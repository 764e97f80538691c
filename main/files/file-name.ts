/**
 * The limit most file systems put on one name in a path (NAME_MAX on Linux and macOS, in
 * bytes of UTF-8), checked before a file is opened or created, so a name that is too long
 * is called that instead of "there is no diary" or the system's ENAMETOOLONG.
 */
import fs from 'node:fs';
import path from 'node:path';
import { groupedDigits } from '../../shared/grouped-digits';

export const NAME_MAX_BYTES = 255;

/**
 * Why `file` cannot name a file, or null: its own name, or a folder's on the way to it,
 * is longer than NAME_MAX_BYTES. Reads as a sentence ending in what to do.
 */
export function fileNameProblem(file: string): string | null {
  const resolved = path.resolve(file);
  const parts = resolved.split(path.sep);
  for (let i = 0; i < parts.length; i++) {
    const bytes = Buffer.byteLength(parts[i]!);
    if (bytes <= NAME_MAX_BYTES) continue;
    const whose = i === parts.length - 1 ? 'its name' : `the name of its folder ${parts[i]!.slice(0, 40)}…`;
    return `${resolved}: ${whose} is ${groupedDigits(bytes)} bytes long, more than the ${NAME_MAX_BYTES} a file name may have; choose a shorter name.`;
  }
  return null;
}

/** `file` with every link on its way resolved, or as given when it does not exist yet. */
function realPathOf(file: string): string {
  try {
    return fs.realpathSync(file);
  } catch {
    // Not there yet: its folder may still be a link.
    try {
      return path.join(fs.realpathSync(path.dirname(file)), path.basename(file));
    } catch {
      return path.resolve(file);
    }
  }
}

/**
 * True when writing `file` would write over the diary at `diaryPath` or one of the files
 * SQLite keeps beside it (its -wal, -shm or -journal file), by any name: a link, or a path
 * through a linked folder. Writing a copy or an export there would destroy the diary it
 * was taken from.
 */
export function isDiaryFile(file: string, diaryPath: string): boolean {
  const target = realPathOf(file);
  const diaries = [path.resolve(diaryPath), realPathOf(diaryPath)];
  return diaries.some((diary) => ['', '-wal', '-shm', '-journal'].some((suffix) => target === diary + suffix));
}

▶ WHAT TO WORK ON
Recreate the listing exactly, so that each entry reads as before.

▶ TASK SOLUTION
repository 764e97f80538691c
filename main/files/file-name.ts
/**
 * The limit most file systems put on one name in a path (NAME_MAX on Linux and macOS, in
 * bytes of UTF-8), checked before a file is opened or created, so a name that is too long
 * is called that instead of "there is no diary" or the system's ENAMETOOLONG.
 */
import fs from 'node:fs';
import path from 'node:path';
import { groupedDigits } from '../../shared/grouped-digits';

export const NAME_MAX_BYTES = 255;

/**
 * Why `file` cannot name a file, or null: its own name, or a folder's on the way to it,
 * is longer than NAME_MAX_BYTES. Reads as a sentence ending in what to do.
 */
export function fileNameProblem(file: string): string | null {
  const resolved = path.resolve(file);
  const parts = resolved.split(path.sep);
  for (let i = 0; i < parts.length; i++) {
    const bytes = Buffer.byteLength(parts[i]!);
    if (bytes <= NAME_MAX_BYTES) continue;
    const whose = i === parts.length - 1 ? 'its name' : `the name of its folder ${parts[i]!.slice(0, 40)}…`;
    return `${resolved}: ${whose} is ${groupedDigits(bytes)} bytes long, more than the ${NAME_MAX_BYTES} a file name may have; choose a shorter name.`;
  }
  return null;
}

/** `file` with every link on its way resolved, or as given when it does not exist yet. */
function realPathOf(file: string): string {
  try {
    return fs.realpathSync(file);
  } catch {
    // Not there yet: its folder may still be a link.
    try {
      return path.join(fs.realpathSync(path.dirname(file)), path.basename(file));
    } catch {
      return path.resolve(file);
    }
  }
}

/**
 * True when writing `file` would write over the diary at `diaryPath` or one of the files
 * SQLite keeps beside it (its -wal, -shm or -journal file), by any name: a link, or a path
 * through a linked folder. Writing a copy or an export there would destroy the diary it
 * was taken from.
 */
export function isDiaryFile(file: string, diaryPath: string): boolean {
  const target = realPathOf(file);
  const diaries = [path.resolve(diaryPath), realPathOf(diaryPath)];
  return diaries.some((diary) => ['', '-wal', '-shm', '-journal'].some((suffix) => target === diary + suffix));
}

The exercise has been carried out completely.